If Cartier-Bresson Were Shooting Today, Would He Use 6K Burst Mode?

Henri Cartier-Bresson is hailed in the pantheon of photographers as one of the leading lights of his time. He is also inextricably linked with Leica. If he were shooting today, what brand would he choose and how would he shoot? It would of course be Panasonic and 6K Burst Mode.

The name Henri Cartier-Bresson needs no introduction: famed for his photojournalism and as a founding member of Magnum Photos, his photos speak for themselves. They are often beautifully framed with structural elements that direct the eye, however, it was his exquisite timing that made his photos and led to his famed "decisive moment." Born in 1908, Cartier-Bresson came from a wealthy family and his father was a textile manufacturer. Cartier-Bresson, therefore, lived a privileged childhood growing up in a bourgeois neighborhood of Paris and was supported in pursuing photography. He also grew into photography during a key technical and creative period in the photographic melting pot that was Paris at the time. He started shooting as a child with a Box Brownie before moving on to a view camera, however, it was drawing and painting that were his first loves, something he would return to later in life when he retired in the early 1970s.

Cartier-Bresson grew up during a defining period in photography which included pictorialism, surrealism, and realism (or "straight photography" as espoused by Group f/64). As a photojournalist, realism was critical and Cartier-Bresson was strongly opposed to staged photos. Yet staged photos had the benefit of carrying a meaning that the photographer wanted to communicate. How then to achieve the same effect from a real-world situation? This is something philosopher John Berger would call the ability of an image to "speak" and, in particular, the length of time and breadth of topic a single frame is able to address. For Cartier-Bresson, his images didn't necessarily convey complex threads of time however they were often considered a temporal element that gave meaning to the moments before and after the image was taken. However, more than that, he believed that there was an optimum point in the wider "moment" at which an image could best communicate that message: his "decisive moment." The complexity of the moment reflected that not only was the subject matter in motion (at least in terms of time), but that the photographer was as well. There was a point at which these two trajectories intersected that allowed the creation of the best image possible.

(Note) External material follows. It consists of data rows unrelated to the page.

impl Refiner<'_> {
    fn run(&mut self) -> bool {
        loop {
            if self.cdt.num_vertices() >= self.limits.max_vertices {
                return false;
            }
            if let Some(seg) = self.segments.pop_front() {
                if self.cdt.is_constraint_edge(seg) && self.is_encroached(seg) {
                    self.split(seg);
                }
                continue;
            }
            let Some(f) = self.bad.pop_front() else { return true };
            self.visit(f);
        }
    }

    /// True for a dielectric face (false for the outer face).
    fn keep_of(&self, face: Option<FixedFaceHandle<InnerTag>>) -> bool {
        face.is_some_and(|f| self.keep[f.index()])
    }

    /// True when the vertex opposite the segment in an adjacent dielectric triangle lies
    /// inside its diametral circle.
    fn is_encroached(&self, seg: FixedUndirectedEdgeHandle) -> bool {
        let e = self.cdt.directed_edge(seg.as_directed());
        let [a, b] = e.positions();
        [e, e.rev()].into_iter().any(|d| {
            self.keep_of(d.face().as_inner().map(|f| f.fix()))
                && d.opposite_position().is_some_and(|o| in_diametral_circle(a, b, o))
        })
    }

    /// Refines face `f` if it is a bad dielectric triangle.
    fn visit(&mut self, f: FixedFaceHandle<InnerTag>) {
        if !self.keep[f.index()] {
            return;
        }
        let face = self.cdt.face(f);
        let area = face.area();
        let must = area > self.limits.max_area;
        if !must {
            if area < self.limits.min_area {
                return;
            }
            let shortest = face
                .adjacent_edges()
                .into_iter()
                .min_by(|x, y| x.length_2().total_cmp(&y.length_2()))
                .expect("a triangle has three edges");
            let len2 = shortest.length_2();
            let (_, radius2) = face.circumcircle();
            if radius2 <= self.ratio_limit_sq * len2 {
                return;
            }
            // A triangle at a small input angle: its shortest edge joins split points of
            // two segments from one input vertex (Miller, Pav & Walkington 2005).
            if !shortest.is_constraint_edge() {
                let (o1, o2) = (self.origin.get(&shortest.from().fix()), self.origin.get(&shortest.to().fix()));
                if let (Some(o1), Some(o2)) = (o1, o2) {
                    if o1.iter().any(|v| o2.contains(v)) {
                        return;
                    }
                }
            }
        }
        let c = face.circumcenter();
        if !(c.x.is_finite() && c.y.is_finite()) {
            return;
        }
        match self.walk(f, c) {
            Walk::Lost => {}
            Walk::Blocked(seg) => {
                if self.split(seg) {
                    self.bad.push_back(f);
                }
            }
            Walk::Inside(g) => {
                let encroached = self.encroached_by(g, c);
                if encroached.is_empty() {
                    self.insert_interior(g, c);
                } else {
                    let mut any = false;
                    for seg in encroached {
                        any |= self.split(seg);
                    }
                    if any {
                        self.bad.push_back(f);
                    }
                }
            }
        }
    }

    /// A straight walk from the centroid of face `from` towards `target`, stopping at the
    /// first segment it meets.
    fn walk(&self, from: FixedFaceHandle<InnerTag>, target: Point2<f64>) -> Walk {
        let start = {
            let [a, b, c] = self.cdt.face(from).positions();
            Point2::new((a.x + b.x + c.x) / 3.0, (a.y + b.y + c.y) / 3.0)
        };
        let mut f = from;
        let mut came_over: Option<FixedUndirectedEdgeHandle> = None;
        for _ in 0..MAX_WALK_STEPS {
            let face = self.cdt.face(f);
            let edges = face.adjacent_edges();
            // Leave through an edge that has the target strictly on its far side and that the
            // line from the start to the target crosses; failing that (the line runs through
            // a vertex), through any edge with the target on its far side.
            let mut exit = None;
            let mut fallback = None;
            for e in edges {
                if Some(e.as_undirected().fix()) == came_over {
                    continue;
                }
                let [a, b] = e.positions();
                if orient(a, b, target) < 0.0 {
                    let (sa, sb) = (orient(start, target, a), orient(start, target, b));
                    if sa * sb <= 0.0 {
                        exit = Some(e);
                        break;
                    }
                    fallback.get_or_insert(e);
                }
            }
            let Some(e) = exit.or(fallback) else { return Walk::Inside(f) };
            if e.is_constraint_edge() {
                return Walk::Blocked(e.as_undirected().fix());
            }
            match e.rev().face().as_inner() {
                Some(n) => {
                    came_over = Some(e.as_undirected().fix());
                    f = n.fix();
                }
                None => return Walk::Lost,
            }
        }
        Walk::Lost
    }

    /// The segments on the boundary of the Delaunay cavity of `c` (located in face `g`)
    /// whose diametral circle contains `c`.
    fn encroached_by(&self, g: FixedFaceHandle<InnerTag>, c: Point2<f64>) -> Vec<FixedUndirectedEdgeHandle> {
        let mut out = Vec::new();
        let mut stack = vec![g];
        let mut seen = vec![g];
        while let Some(f) = stack.pop() {
            for e in self.cdt.face(f).adjacent_edges() {
                if e.is_constraint_edge() {
                    let [a, b] = e.positions();
                    if in_diametral_circle(a, b, c) {
                        out.push(e.as_undirected().fix());
                    }
                    continue;
                }
                if let Some(n) = e.rev().face().as_inner() {
                    let nf = n.fix();
                    if seen.contains(&nf) {
                        continue;
                    }
                    let [p, q, r] = n.positions();
                    if in_circle(p, q, r, c) {
                        seen.push(nf);
                        stack.push(nf);
                    }
                }
            }
        }
        out
    }

    /// Inserts `c` (inside dielectric face `g`, encroaching nothing) and queues the
    /// triangles and segments around it.
    fn insert_interior(&mut self, g: FixedFaceHandle<InnerTag>, c: Point2<f64>) {
        let hint = self.cdt.face(g).vertices()[0].fix();
        let before = self.cdt.num_vertices();
        let Ok(v) = self.cdt.insert_with_hint(c, hint) else { return };
        if self.cdt.num_vertices() == before {
            return;
        }
        self.keep.resize(self.cdt.num_all_faces(), false);
        let star: Vec<FixedFaceHandle<InnerTag>> =
            self.cdt.vertex(v).out_edges().filter_map(|e| e.face().as_inner().map(|f| f.fix())).collect();
        for &f in &star {
            self.keep[f.index()] = true;
        }
        self.queue_around(v, &star);
    }

    /// Queues the faces around a new vertex and the segments that may now be encroached.
    fn queue_around(&mut self, v: FixedVertexHandle, star: &[FixedFaceHandle<InnerTag>]) {
        self.bad.extend(star.iter().copied().filter(|f| self.keep[f.index()]));
        for e in self.cdt.vertex(v).out_edges() {
            if e.is_constraint_edge() {
                self.segments.push_back(e.as_undirected().fix());
            }
            if !e.is_outer_edge() {
                let opposite = e.next();
                if opposite.is_constraint_edge() {
                    self.segments.push_back(opposite.as_undirected().fix());
                }
            }
        }
    }

    /// Where segment `a`–`b` is split: its midpoint if it is a whole input segment,
    /// otherwise a power of two from the end that is an input vertex.
    fn split_point(&self, a: FixedVertexHandle, b: FixedVertexHandle) -> Point2<f64> {
        let (pa, pb) = (self.cdt.vertex(a).position(), self.cdt.vertex(b).position());
        let (oa, ob) = (self.origin.get(&a), self.origin.get(&b));
        if oa.is_none() && ob.is_none() {
            return Point2::new(0.5 * (pa.x + pb.x), 0.5 * (pa.y + pb.y));
        }
        let len = (pb.x - pa.x).hypot(pb.y - pa.y);
        let shell = (0.5 * len).log2().round().exp2();
        let t = shell / len;
        let (from, to) = if oa.is_none() { (pa, pb) } else { (pb, pa) };
        Point2::new(from.x + t * (to.x - from.x), from.y + t * (to.y - from.y))
    }

    /// Splits segment `seg`; false if it cannot be split cleanly (the point would not lie
    /// inside the two triangles beside it).
    fn split(&mut self, seg: FixedUndirectedEdgeHandle) -> bool {
        if !self.cdt.is_constraint_edge(seg) {
            return false;
        }
        let d = self.cdt.directed_edge(seg.as_directed());
        let (a, b) = (d.from().fix(), d.to().fix());
        let (left_face, right_face) =
            (d.face().as_inner().map(|f| f.fix()), d.rev().face().as_inner().map(|f| f.fix()));
        let (keep_left, keep_right) = (self.keep_of(left_face), self.keep_of(right_face));
        if !keep_left && !keep_right {
            return false;
        }
        let (pa, pb) = (d.from().position(), d.to().position());
        let p = self.split_point(a, b);
        // The point must keep both triangles beside the segment counter-clockwise.
        if let Some(o) = d.opposite_position() {
            if orient(pa, o, p) >= 0.0 || orient(o, pb, p) >= 0.0 {
                return false;
            }
        }
        if let Some(o) = d.rev().opposite_position() {
            if orient(o, pa, p) >= 0.0 || orient(pb, o, p) >= 0.0 {
                return false;
            }
        }
        let on_segment = match self.cdt.locate_with_hint(p, a) {
            PositionInTriangulation::OnEdge(e) => {
                if self.cdt.directed_edge(e).as_undirected().fix() != seg {
                    return false;
                }
                true
            }
            PositionInTriangulation::OnFace(f) if Some(f) == left_face || Some(f) == right_face => false,
            _ => return false,
        };
        let before = self.cdt.num_vertices();
        let Ok(v) = self.cdt.insert_with_hint(p, a) else { return false };
        if self.cdt.num_vertices() == before {
            return false;
        }
        if !on_segment {
            // The point went into a triangle beside the segment, joined to both its ends:
            // its two halves become the segments, and the segment an ordinary edge (which
            // flips away from the point).
            // The halves are marked first: the flips that restore the Delaunay property
            // after the segment is unmarked must not flip them, or faces away from the
            // point would straddle the segment.
            self.cdt.try_add_constraint(a, v);
            self.cdt.try_add_constraint(v, b);
            debug_assert!(self.cdt.exists_constraint(a, v) && self.cdt.exists_constraint(v, b));
            if let Some(e) = self.cdt.get_edge_from_neighbors(a, b) {
                let e = e.as_undirected().fix();
                self.cdt.remove_constraint_edge(e);
            }
        }
        self.keep.resize(self.cdt.num_all_faces(), false);
        let star: Vec<FixedFaceHandle<InnerTag>> =
            self.cdt.vertex(v).out_edges().filter_map(|e| e.face().as_inner().map(|f| f.fix())).collect();
        for &f in &star {
            let [x, y, z] = self.cdt.face(f).positions();
            let centroid = Point2::new((x.x + y.x + z.x) / 3.0, (x.y + y.y + z.y) / 3.0);
            self.keep[f.index()] = if orient(pa, pb, centroid) > 0.0 { keep_left } else { keep_right };
        }
        let input = self.origin.get(&a).or(self.origin.get(&b)).copied().unwrap_or([a, b]);
        self.origin.insert(v, input);
        self.queue_around(v, &star);
        true
    }
}
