struct XmlElement {
  std::string name;
  std::vector<std::pair<std::string, std::string>> attrs;
  std::vector<std::unique_ptr<XmlElement>> children;
  std::string text;  // character data directly inside, decoded

  const std::string* attr(std::string_view key) const {
    for (const auto& [k, v] : attrs)
      if (k == key) return &v;
    return nullptr;
  }
  bool has_class(std::string_view cls) const {
    const std::string* c = attr("class");
    if (!c) return false;
    std::size_t pos = 0;
    while (pos <= c->size()) {
      std::size_t end = c->find(' ', pos);
      if (end == std::string::npos) end = c->size();
      if (std::string_view(*c).substr(pos, end - pos) == cls) return true;
      pos = end + 1;
    }
    return false;
  }
  std::string all_text() const {
    std::string s = text;
    for (const auto& c : children) s += c->all_text();
    return s;
  }
};

class XmlParser {
 public:
  explicit XmlParser(std::string_view s) : s_(s) {}

  std::unique_ptr<XmlElement> parse_document() {
    if (s_.substr(0, 5) == "<?xml") {
      const std::size_t end = s_.find("?>");
      if (end == std::string_view::npos) fail("unterminated xml declaration");
      i_ = end + 2;
    }
    skip_misc();
    if (i_ >= s_.size() || s_[i_] != '<') fail("no root element");
    auto root = parse_element();
    skip_misc();
    if (i_ != s_.size()) fail("content after the root element");
    return root;
  }

 private:
  [[noreturn]] void fail(const std::string& what) const {
    throw std::runtime_error("xml: " + what + " at byte " + std::to_string(i_));
  }
  static bool name_start(char c) {
    return (c >= 'a' && c <= 'z') || (c >= 'A' && c <= 'Z') || c == '_' || c == ':';
  }
  static bool name_char(char c) {
    return name_start(c) || (c >= '0' && c <= '9') || c == '-' || c == '.';
  }
  static bool space(char c) { return c == ' ' || c == '\t' || c == '\n' || c == '\r'; }
  void skip_space() {
    while (i_ < s_.size() && space(s_[i_])) ++i_;
  }
  void skip_misc() {
    for (;;) {
      skip_space();
      if (s_.substr(i_, 4) == "<!--") {
        const std::size_t end = s_.find("-->", i_ + 4);
        if (end == std::string_view::npos) fail("unterminated comment");
        i_ = end + 3;
      } else {
        return;
      }
    }
  }
  std::string parse_name() {
    if (i_ >= s_.size() || !name_start(s_[i_])) fail("bad name");
    const std::size_t start = i_;
    while (i_ < s_.size() && name_char(s_[i_])) ++i_;
    return std::string(s_.substr(start, i_ - start));
  }
  void parse_reference(std::string& out) {
    const std::size_t end = s_.find(';', i_);
    if (end == std::string_view::npos || end - i_ > 12) fail("bad entity reference");
    const std::string_view ref = s_.substr(i_ + 1, end - i_ - 1);
    if (ref == "amp") out += '&';
    else if (ref == "lt") out += '<';
    else if (ref == "gt") out += '>';
    else if (ref == "quot") out += '"';
    else if (ref == "apos") out += '\'';
    else if (ref.size() >= 2 && ref[0] == '#') {
      const bool hex = ref[1] == 'x';
      const std::string digits(ref.substr(hex ? 2 : 1));
      if (digits.empty() || digits.find_first_not_of(hex ? "0123456789abcdefABCDEF" : "0123456789") !=
                                std::string::npos)
        fail("bad character reference");
      out += '?';  // the value itself is not needed by the tests
    } else {
      fail("unknown entity &" + std::string(ref) + ";");
    }
    i_ = end + 1;
  }
  std::unique_ptr<XmlElement> parse_element() {
    ++i_;  // '<'
    auto el = std::make_unique<XmlElement>();
    el->name = parse_name();
    for (;;) {
      const std::size_t before = i_;
      skip_space();
      if (i_ >= s_.size()) fail("unterminated start tag");
      if (s_.substr(i_, 2) == "/>") {
        i_ += 2;
        return el;
      }
      if (s_[i_] == '>') {
        ++i_;
        break;
      }
      if (i_ == before) fail("no space before attribute");
      std::string key = parse_name();
      skip_space();
      if (i_ >= s_.size() || s_[i_] != '=') fail("attribute without '='");
      ++i_;
      skip_space();
      if (i_ >= s_.size() || (s_[i_] != '"' && s_[i_] != '\'')) fail("unquoted attribute");
      const char quote = s_[i_++];
      std::string value;
      while (i_ < s_.size() && s_[i_] != quote) {
        if (s_[i_] == '<') fail("'<' in attribute value");
        if (s_[i_] == '&') {
          parse_reference(value);
        } else {
          value += s_[i_++];
        }
      }
      if (i_ >= s_.size()) fail("unterminated attribute value");
      ++i_;
      if (el->attr(key)) fail("duplicate attribute " + key);
      el->attrs.emplace_back(std::move(key), std::move(value));
    }
    // Content.
    for (;;) {
      if (i_ >= s_.size()) fail("unclosed element <" + el->name + ">");
      const char c = s_[i_];
      if (c == '<') {
        if (s_.substr(i_, 2) == "</") {
          i_ += 2;
          const std::string name = parse_name();
          if (name != el->name) fail("</" + name + "> closes <" + el->name + ">");
          skip_space();
          if (i_ >= s_.size() || s_[i_] != '>') fail("bad end tag");
          ++i_;
          return el;
        }
        if (s_.substr(i_, 4) == "<!--") {
          const std::size_t end = s_.find("-->", i_ + 4);
          if (end == std::string_view::npos) fail("unterminated comment");
          i_ = end + 3;
          continue;
        }
        if (s_.substr(i_, 2) == "<!" || s_.substr(i_, 2) == "<?") fail("unexpected markup");
        el->children.push_back(parse_element());
      } else if (c == '&') {
        parse_reference(el->text);
      } else {
        if (s_.substr(i_, 3) == "]]>") fail("']]>' in text");
        el->text += c;
        ++i_;
      }
    }
  }

  std::string_view s_;
  std::size_t i_ = 0;
};
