TEST_CASE("csv reader flags stray quotes but returns the record", "[io][csv]") {
  std::vector<Row> rows = read_csv(
      "a,b\n"
      "1,ab\"c\n"   // quote inside an unquoted field
      "\"x\"y,2\n"  // text after a closing quote
      "3,4\n");
  REQUIRE(rows.size() == 3);
  CHECK(rows[0].problem == RecordProblem::kBadQuote);
  CHECK(rows[0].raw == "1,ab\"c");
  CHECK(rows[0].fields == Fields{"1", "ab\"c"});
  CHECK(rows[0].line == 2);
  CHECK(rows[1].problem == RecordProblem::kBadQuote);
  CHECK(rows[1].raw == "\"x\"y,2");
  CHECK(rows[1].fields.size() == 2);
  CHECK(rows[1].fields[1] == "2");
  CHECK(rows[1].line == 3);
  CHECK(rows[2].problem == RecordProblem::kNone);
  CHECK(rows[2].fields == Fields{"3", "4"});
  CHECK(rows[2].line == 4);
}

TEST_CASE("csv reader flags a quoted field open at the end of the input", "[io][csv]") {
  std::vector<Row> rows = read_csv("a,b\n1,2\n3,\"open\n4,5\n");
  REQUIRE(rows.size() == 2);
  CHECK(rows[0].problem == RecordProblem::kNone);
  CHECK(rows[1].problem == RecordProblem::kUnterminatedQuote);
  CHECK(rows[1].line == 3);
  CHECK(rows[1].raw == "3,\"open\n4,5\n");
  CHECK(rows[1].fields == Fields{"3", "open\n4,5\n"});
}

TEST_CASE("csv reader flags a NUL byte", "[io][csv]") {
  std::vector<Row> rows = read_csv(std::string("a,b\n1,2\0x\n3,4\n", 14));
  REQUIRE(rows.size() == 2);
  CHECK(rows[0].problem == RecordProblem::kBadEncoding);
  CHECK(rows[0].raw == std::string("1,2\0x", 5));
  CHECK(rows[1].problem == RecordProblem::kNone);
  CHECK(rows[1].line == 3);
}

TEST_CASE("csv reader rejects a record longer than 16 MiB and goes on", "[io][csv]") {
  const std::size_t kLimit = std::size_t{16} << 20;  // the reader's pinned record limit
  SECTION("a 17 MiB line") {
    std::string text = "a,b\n1,2\n";
    text += std::string(std::size_t{17} << 20, 'x');
    text += "\n3,4\n";
    std::vector<Row> rows = read_csv(text);
    REQUIRE(rows.size() == 3);
    CHECK(rows[0].fields == Fields{"1", "2"});
    CHECK(rows[1].problem == RecordProblem::kTooLong);
    CHECK(rows[1].line == 3);
    CHECK(rows[1].index == 2);
    CHECK(rows[1].raw == std::string(1024, 'x'));
    CHECK(rows[1].fields == Fields{std::nullopt, std::nullopt});
    CHECK(rows[2].problem == RecordProblem::kNone);
    CHECK(rows[2].fields == Fields{"3", "4"});
    CHECK(rows[2].line == 4);
    CHECK(rows[2].index == 3);
  }
  SECTION("exactly 16 MiB is accepted, one byte more is not") {
    std::string text = "a,b\n" + std::string(kLimit - 2, '7') + ",8\r\n";
    text += std::string(kLimit - 1, '7') + ",8\n5,6";
    std::vector<Row> rows = read_csv(text);
    REQUIRE(rows.size() == 3);
    CHECK(rows[0].problem == RecordProblem::kNone);
    CHECK(rows[0].raw.size() == kLimit);
    CHECK(rows[0].fields[1] == "8");
    CHECK(rows[1].problem == RecordProblem::kTooLong);
    CHECK(rows[2].fields == Fields{"5", "6"});
    CHECK(rows[2].line == 4);
  }
  SECTION("a quoted field that never closes, in pieces") {
    std::string text = "a,b\n1,\"" + std::string(std::size_t{17} << 20, 'q') + "\n2,3\n";
    ChunkedSource source(text, {65536, 100000});
    auto reader = open_csv(source);
    std::vector<Row> rows = read_all(*reader);
    REQUIRE(rows.size() == 2);
    CHECK(rows[0].problem == RecordProblem::kTooLong);
    CHECK(rows[1].fields == Fields{"2", "3"});
    CHECK(rows[1].line == 3);
  }
}

TEST_CASE("csv reader gives the same records whatever the read sizes", "[io][csv]") {
  // A mix of every structure, long enough (> 2 MiB) to cross the 1 MiB
  // buffer boundary many times, with multi-line quoted records.
  std::string text = "\xEF\xBB\xBF# preamble\ntime,note,p\r\n";
  std::mt19937 rng(12345);
  std::size_t records = 1;  // the last one, below
  for (int i = 0; i < 60000; ++i) {
    records += i % 7 != 2;
    switch (i % 7) {
      case 0:
        text += std::to_string(i) + ",\"multi\r\nline \"\"" + std::to_string(i) + "\"\"\",1000\r\n";
        break;
      case 1:
        text += std::to_string(i) + ",plain,1001.25\n";
        break;
      case 2:
        text += "\n";
        break;
      case 3:
        text += std::to_string(i) + ",\"a,b\"\n";
        break;
      case 4:
        text += std::to_string(i) + ",x,y,z\r\n";
        break;
      case 5:
        text += std::to_string(i) + "," + std::string(rng() % 200, 'w') + ",7\n";
        break;
      default:
        text += std::to_string(i) + ",bad\"quote,9\n";
        break;
    }
  }
  text += "end,\"no newline\"";

  auto one_shot = baroz::make_string_source(text, "mix.csv");
  std::vector<Row> expected = read_all(*open_csv(*one_shot));
  REQUIRE(expected.size() == records);
  CHECK(expected[0] == Row{3,
                           1,
                           "0,\"multi\r\nline \"\"0\"\"\",1000",
                           {"0", "multi\r\nline \"0\"", "1000"},
                           0,
                           RecordProblem::kNone,
                           ""});
  CHECK(expected[1] ==
        Row{5, 2, "1,plain,1001.25", {"1", "plain", "1001.25"}, 0, RecordProblem::kNone, ""});
  CHECK(expected[2].line == 7);  // after the blank line 6
  CHECK(expected[2].fields == Fields{"3", "a,b", std::nullopt});
  CHECK(expected[3].extra == 1);
  CHECK(expected[5].problem == RecordProblem::kBadQuote);
  CHECK(expected.back().fields == Fields{"end", "no newline", std::nullopt});

  SECTION("one byte at a time") {
    ChunkedSource source(text, {1});
    auto reader = open_csv(source);
    CHECK(reader->layout().had_bom);
    CHECK(read_all(*reader) == expected);
  }
  SECTION("random chunk sizes") {
    std::vector<std::size_t> chunks;
    for (int i = 0; i < 1000; ++i) chunks.push_back(1 + rng() % 70000);
    ChunkedSource source(text, chunks);
    CHECK(read_all(*open_csv(source)) == expected);
  }
}

TEST_CASE("csv reader: a record straddling the 1 MiB buffer boundary is intact", "[io][csv]") {
  // Rows of 29 bytes do not divide 1 MiB, so one row crosses every boundary.
  std::string text = "time,pressure,temperature\n";
  const int kRows = 100000;
  for (int i = 0; i < kRows; ++i)
    text += "17330976" + std::to_string(10000 + i) + ".25,1013.2512,15.125\n";
  REQUIRE(text.size() > (std::size_t{2} << 20));
  auto source = baroz::make_string_source(text, "big.csv");
  auto reader = open_csv(*source);
  Record record;
  int n = 0;
  bool all_equal = true;
  while (reader->next(record)) {
    std::string time = "17330976" + std::to_string(10000 + n) + ".25";
    all_equal = all_equal && record.fields.size() == 3 && record.fields[0] == time &&
                record.fields[1] == "1013.2512" && record.fields[2] == "15.125" &&
                record.line == static_cast<std::uint64_t>(n) + 2;
    ++n;
  }
  CHECK(n == kRows);
  CHECK(all_equal);
}

TEST_CASE("csv reader hands out complete records before reading more (live telemetry)",
          "[io][csv]") {
  PieceSource source({"a,b\n1,2\n3,", "4\n5,6\n"});
  auto reader = baroz::open_record_reader(source, {});
  CHECK(source.reads() == 1);
  Record record;
  REQUIRE(reader->next(record));
  CHECK(record.raw == "1,2");
  CHECK(source.reads() == 1);  // record 1 came without asking the source again
  REQUIRE(reader->next(record));
  CHECK(record.raw == "3,4");
  CHECK(source.reads() == 2);
  REQUIRE(reader->next(record));
  CHECK(record.raw == "5,6");
  CHECK(source.reads() == 2);
  CHECK_FALSE(reader->next(record));
}
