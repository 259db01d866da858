/** Image bytes (PNG or TIFF) → ImageStack, chosen by the file's signature. */
import { DataError } from "../errors.js";
import { decodePng, isPng } from "./decodePng.js";
import { decodeTiff } from "./decodeTiff.js";
import type { ImageStack } from "./imageTypes.js";
import { checkFileSize } from "./limits.js";
import { isTiff } from "./readTiffDirectories.js";

/**
 * Decodes a PNG or TIFF image from its bytes.
 * @param bytes  the file
 * @param source file name for messages
 */
export function readImage(bytes: Uint8Array, source = "image"): ImageStack {
  checkFileSize(bytes.length, source, "image");
  if (bytes.length === 0) throw new DataError(source, "the file is empty", "give a PNG or TIFF frame");
  if (isPng(bytes)) return decodePng(bytes, source);
  if (isTiff(bytes) || (bytes.length >= 4 && (bytes[0] === 0x49 || bytes[0] === 0x4d) && bytes[0] === bytes[1])) return decodeTiff(bytes, source);
  throw new DataError(source, `not a supported image (${sniffFormat(bytes)})`, "give an 8- or 16-bit PNG, or an 8/16-bit or 32-bit float TIFF");
}

/**
 * Names common image formats fringekit does not read, from their first bytes.
 * @param bytes the file
 */
export function sniffFormat(bytes: Uint8Array): string {
  const text = String.fromCharCode(...bytes.subarray(0, 12));
  if (bytes[0] === 0xff && bytes[1] === 0xd8) return "a JPEG image, whose lossy compression alters intensities";
  if (text.startsWith("GIF8")) return "a GIF image";
  if (text.startsWith("BM") && [12, 40, 108, 124].includes(bytes[14] ?? 0) && bytes[15] === 0) return "a BMP image";
  if (text.startsWith("RIFF") && text.slice(8, 12) === "WEBP") return "a WebP image";
  if (text.startsWith("SIMPLE  =")) return "a FITS file";
  if (bytes[0] === 0x89 && text.slice(1, 4) === "HDF") return "an HDF5 file";
  return "unknown format";
}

Cartier-Bresson's work was initially inspired by Hungarian photographer Martin Munkacsi through a 1930 image of three boys running into the sea title "Three Boys at Lake Tanganyika"; over the next twenty years, he honed his craft before publishing his book The Decisive Moment. The title actually comes from the 1717 memoirs of Cardinal de Retz, however it is the French title that is perhaps more telling: "Images à la Sauvette" which more broadly translates as "images on the sly" or "hastily taken". Another title considered was "A pas de loup" which can be translated as tiptoeing.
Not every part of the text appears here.